» **Information supplied**:
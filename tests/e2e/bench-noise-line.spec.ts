import { expect, test } from "@playwright/test";
import { BenchPage } from "./pages/bench-page";
import { SignInPage } from "./pages/sign-in-page";

// Frame strain: 1 kHz (Nyquist 500 Hz), 50 Hz hum on a slow thermal drift (demo rig).
const CHANNEL = "hydraulic-press/env-node/frame-strain";

test("the engineer sees which noise line is judged, picks a peak or types one, and the live metrics follow with the table's figure", async ({ page }) => {
  test.setTimeout(120_000);
  await new SignInPage(page).signInAs("engineer");
  const bench = new BenchPage(page);
  await bench.open(CHANNEL);
  const id = await bench.addCandidate();
  await bench.closeEditor();

  const judged = page.getByTestId("noise-line-judged");
  const table = page.getByTestId("comparison-table");
  const row = table.locator(`tr[data-row="${id}"]`);
  const header = (n: number) => table.locator("th").nth(n);
  await expect(judged).toContainText("(the strongest peak)", { timeout: 20_000 });

  // Pick the hum's peak in the live spectrum: the label, the table's column and the live column name it.
  const spectrum = bench.liveSpectrum();
  await bench.holdWithPeaksNear(spectrum, [50]);
  const peak = (await bench.peaks(spectrum)).find((p) => Math.abs(p.hz - 50) <= 1)!;
  await spectrum.locator(`li[data-hz="${peak.hz}"]`).getByRole("button", { name: /^Judge attenuation at/ }).click();
  await expect(judged).toContainText("(a peak you picked)");
  const line = (await judged.textContent())!.split(" (")[0];
  await expect(header(4)).toHaveText(`Atten. at ${line}`);
  await expect(header(11)).toHaveText(`Live atten. at ${line} (measured / predicted)`, { timeout: 20_000 });
  // At one frequency the live prediction is the table's figure.
  await expect.poll(async () => (await row.locator("td").nth(11).textContent())?.split(" / ")[1], { timeout: 20_000 }).toBe(await row.locator("td").nth(4).textContent());

  // A typed line outside 0 < f < fs/2 is refused in words; one inside is judged, here and live.
  const typed = page.getByLabel("Judge at another frequency (Hz)");
  await typed.fill("600");
  await page.getByRole("button", { name: "Judge here" }).click();
  await expect(page.getByRole("alert").filter({ hasText: "between 0 and 500 Hz" })).toBeVisible();
  await typed.fill("120");
  await page.getByRole("button", { name: "Judge here" }).click();
  await expect(judged).toHaveText("120 Hz (a frequency you typed)");
  await expect(header(4)).toHaveText("Atten. at 120 Hz");
  await expect(header(11)).toHaveText("Live atten. at 120 Hz (measured / predicted)", { timeout: 20_000 });
  await expect.poll(async () => (await row.locator("td").nth(11).textContent())?.split(" / ")[1], { timeout: 20_000 }).toBe(await row.locator("td").nth(4).textContent());

  await page.getByRole("button", { name: "Use the strongest peak" }).click();
  await expect(judged).toContainText("(the strongest peak)");
});
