import { requireCaller } from "@/app/_lib/api-caller";
import { db } from "@/db";
import { listChannels } from "@/db/queries/channels";
import { handler } from "@/lib/http/handler";

export const GET = handler(async (req) => {
  await requireCaller(req, "operator");
  const channels = await listChannels(db());
  return Response.json(
    channels.map((c) => ({ path: c.path, name: c.name, unit: c.unit, sampleRateHz: c.sampleRateHz })),
  );
});
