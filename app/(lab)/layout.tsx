import type { ReactNode } from "react";
import { requirePageUser } from "@/app/_lib/auth";
import { QueryProvider } from "@/components/providers/query-provider";
import { AppHeader } from "@/components/shell/app-header";
import { DatabaseDown } from "@/components/shell/database-down";
import { isDatabaseDown } from "@/lib/errors";

/** The signed-in pages; while the database is down they show the app's own plain page instead. */
export default async function LabLayout({ children }: { children: ReactNode }) {
  let user;
  try {
    user = await requirePageUser();
  } catch (err) {
    if (!isDatabaseDown(err)) throw err;
    console.error("[pages] the database cannot be reached", err);
    return <DatabaseDown />;
  }
  return (
    <>
      <AppHeader user={user} />
      <main className="mx-auto max-w-screen-2xl px-4 py-6">
        <QueryProvider>{children}</QueryProvider>
      </main>
    </>
  );
}
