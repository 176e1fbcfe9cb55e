import { expect, test } from "@playwright/test";
import { SignInPage } from "./pages/sign-in-page";

test("unknown channels, sets, recordings and pages answer 404 with the app's own page", async ({ page }) => {
  await new SignInPage(page).signInAs("engineer");
  const cases: Array<[string, string]> = [
    ["/channels/no-such-rig/no-device/no-channel", "No such channel"],
    ["/loop/no-such-rig/no-device/no-channel", "No such channel"],
    ["/sets/9999", "No such coefficient set"],
    ["/recordings/9999", "No such recording"],
    ["/no-such-page", "Page not found"],
  ];
  for (const [path, title] of cases) {
    const res = await page.goto(path);
    expect(res?.status(), path).toBe(404);
    await expect(page.getByRole("heading", { name: title })).toBeVisible();
    await expect(page.getByRole("link", { name: "Back to the overview" })).toBeVisible();
  }
  await page.screenshot({ path: "test-results/routing-not-found.png" });
});

test("the chart speed check is for admins only in a production build", async ({ page }) => {
  await new SignInPage(page).signInAs("engineer");
  await page.goto("/channels/chart-bench");
  await expect(page).toHaveURL(/\/denied\?need=admin/);
  await page.context().clearCookies();
  await new SignInPage(page).signInAs("admin");
  await page.goto("/channels/chart-bench");
  await expect(page.getByRole("heading", { name: "Chart speed check" })).toBeVisible();
});
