import { expect, test } from "@playwright/test";
import { LoopCheckPage } from "./pages/loop-check-page";
import { SignInPage } from "./pages/sign-in-page";

const CHANNEL = "hydraulic-press/press-ctl/ram-position";
/** A number with a unit, as the margins table prints it (e.g. "52.6 °", "36 dB", "8.819 Hz"). */
const numberWith = (unit: string) => new RegExp(`−?\\d+(\\.\\d+)? ${unit}`);

test("an engineer types a Butterworth low-pass and compares the loop with and without it", async ({ page }) => {
  await new SignInPage(page).signInAs("engineer");
  const loop = new LoopCheckPage(page);
  await loop.open(CHANNEL);
  await expect(loop.heading()).toBeVisible();

  await loop.typeIir({ family: "butterworth", response: "lowpass", order: 2, cutoffHz: 40 });
  await expect(loop.filterStatus()).toContainText("Typed: Butterworth LP 2 · 40 Hz");

  for (const which of ["without", "with"] as const) {
    const row = loop.marginsRow(which);
    await expect(row).toBeVisible();
    await expect(row.locator("td").nth(0)).toHaveText(numberWith("dB"));
    await expect(row.locator("td").nth(2)).toHaveText(numberWith("°"));
    await expect(row.locator("td").nth(3)).toHaveText(numberWith("Hz"));
    await expect(row.locator("td").nth(4)).toHaveText(numberWith("ms"));
  }
  await expect(page.getByTestId("margins-change")).toContainText("filter lag at fc");
  await loop.expectPlotsDrawn();
  // A 40 Hz second-order low-pass costs about 20° at the ~9 Hz crossover: the caution says so and defers to review.
  const lag = page.locator("[data-caution=lag]");
  await expect(lag).toContainText("of lag at the crossover");
  await expect(lag).toContainText("local codes and licensed engineers decide");
});

test("an operator is refused the loop check", async ({ page }) => {
  await new SignInPage(page).signInAs("operator");
  await page.goto(`/loop/${CHANNEL}`);
  await expect(page).toHaveURL(/\/denied\?need=engineer/);
  await expect(page.locator("main [role=alert]")).toContainText("needs the engineer role");
});
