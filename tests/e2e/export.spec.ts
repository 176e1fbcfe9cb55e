import { expect, test, type Page } from "@playwright/test";
import { SAME_ORIGIN } from "./pages/origin";
import { DEMO_PASSWORD } from "./pages/sign-in-page";

/** Signs in through the API (the sign-in form has its own tests), sharing the cookie with the page. */
async function signInAs(page: Page, role: "operator" | "engineer"): Promise<void> {
  const res = await page.request.post("/api/auth/login", { data: { email: `${role}@tapwright.test`, password: DEMO_PASSWORD }, headers: SAME_ORIGIN });
  expect(res.status()).toBe(200);
}

/** The API tokens page as an engineer uses it. */
class TokensPage {
  constructor(private readonly page: Page) {}

  async open(): Promise<void> {
    await this.page.getByRole("link", { name: "API tokens" }).click();
    await expect(this.page.getByRole("heading", { name: "API tokens" })).toBeVisible();
  }

  /** Creates a token and returns the text the page shows once. */
  async create(name: string): Promise<string> {
    await this.page.getByLabel("Name (what uses it)").fill(name);
    await this.page.getByRole("button", { name: "Create token" }).click();
    const value = this.page.getByTestId("new-token-value");
    await expect(value).toHaveText(/^tw_[A-Za-z0-9_-]{43}$/);
    return (await value.textContent()) ?? "";
  }

  row(name: string) {
    return this.page.getByTestId("token-list").getByRole("row").filter({ hasText: name });
  }
}

test("an engineer creates a token, sees it once, exports with it, and revokes it", async ({ page }) => {
  await signInAs(page, "engineer");
  const created = await page.request.post("/api/v1/sets", {
    headers: SAME_ORIGIN,
    data: { channel: "gearbox-endurance/torque-node/input-torque", name: "E2E export LP", spec: { kind: "iir", family: "butterworth", response: "lowpass", order: 2, cutoffHz: 100, sampleRateHz: 1000 } },
  });
  expect(created.status()).toBe(201);
  const { setId, revisionId } = await created.json();

  await page.goto(`/sets/${setId}`);
  const control = page.getByTestId(`export-${revisionId}`);
  await control.getByLabel("Export format").selectOption("json");
  await expect(control.getByRole("link", { name: "Download" })).toHaveAttribute("href", `/api/v1/revisions/${revisionId}/export?format=json&target=q15`);

  const tokens = new TokensPage(page);
  await tokens.open();
  const token = await tokens.create("e2e pipeline");
  await expect(tokens.row("e2e pipeline")).toBeVisible();

  const bearer = { headers: { authorization: `Bearer ${token}`, cookie: "" } };
  const exported = await page.request.get(`/api/v1/revisions/${revisionId}/export?format=c-header`, bearer);
  expect(exported.status()).toBe(200);
  expect(await exported.text()).toContain("#define E2E_EXPORT_LP_R1_Q15_SECTIONS 1");

  await page.reload();
  await expect(page.getByTestId("new-token-value")).toHaveCount(0);
  await expect(page.getByText(token)).toHaveCount(0);

  // Revoking asks first; Cancel leaves the token working.
  await tokens.row("e2e pipeline").getByRole("button", { name: "Revoke" }).click();
  await expect(tokens.row("e2e pipeline").getByRole("alertdialog")).toContainText("stops working at once");
  await tokens.row("e2e pipeline").getByRole("button", { name: "Cancel" }).click();
  expect((await page.request.get(`/api/v1/revisions/${revisionId}/export?format=json`, bearer)).status()).toBe(200);
  await tokens.row("e2e pipeline").getByRole("button", { name: "Revoke" }).click();
  await tokens.row("e2e pipeline").getByRole("button", { name: "Yes, revoke" }).click();
  await expect(tokens.row("e2e pipeline")).toContainText("revoked");
  expect((await page.request.get(`/api/v1/revisions/${revisionId}/export?format=json`, bearer)).status()).toBe(401);
});

test("an operator has no tokens page", async ({ page }) => {
  await signInAs(page, "operator");
  await page.goto("/sets");
  await expect(page.getByTestId("who")).toContainText("operator");
  await expect(page.getByRole("link", { name: "API tokens" })).toHaveCount(0);
  await page.goto("/tokens");
  await expect(page).toHaveURL(/\/denied\?need=engineer/);
});
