/** A fixed-capacity ring of samples; `written` counts every sample ever pushed. */
export class SampleRing {
  private readonly data: Float64Array;
  written = 0;

  constructor(readonly capacity: number) {
    if (!Number.isInteger(capacity) || capacity < 1) throw new Error(`capacity must be an integer ≥ 1 (got ${capacity})`);
    this.data = new Float64Array(capacity);
  }

  push(values: ArrayLike<number>): void {
    for (let i = 0; i < values.length; i++) this.data[(this.written + i) % this.capacity] = values[i];
    this.written += values.length;
  }

  /** The `n` samples ending `endOffset` samples before the newest, oldest first; n is capped by what is held. */
  latest(n: number, endOffset = 0): Float64Array {
    const held = Math.min(this.written, this.capacity);
    const count = Math.max(0, Math.min(n, held - endOffset));
    const out = new Float64Array(count);
    const start = this.written - endOffset - count;
    for (let i = 0; i < count; i++) out[i] = this.data[(start + i) % this.capacity];
    return out;
  }
}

» **Problem statement**: Show all lines in the entries above where the string "once" appears.

» **Response**:
  /** Creates a token and returns the text the page shows once. */
test("an engineer creates a token, sees it once, exports with it, and revokes it", async ({ page }) => {
  await expect(tokens.row("e2e pipeline").getByRole("alertdialog")).toContainText("stops working at once");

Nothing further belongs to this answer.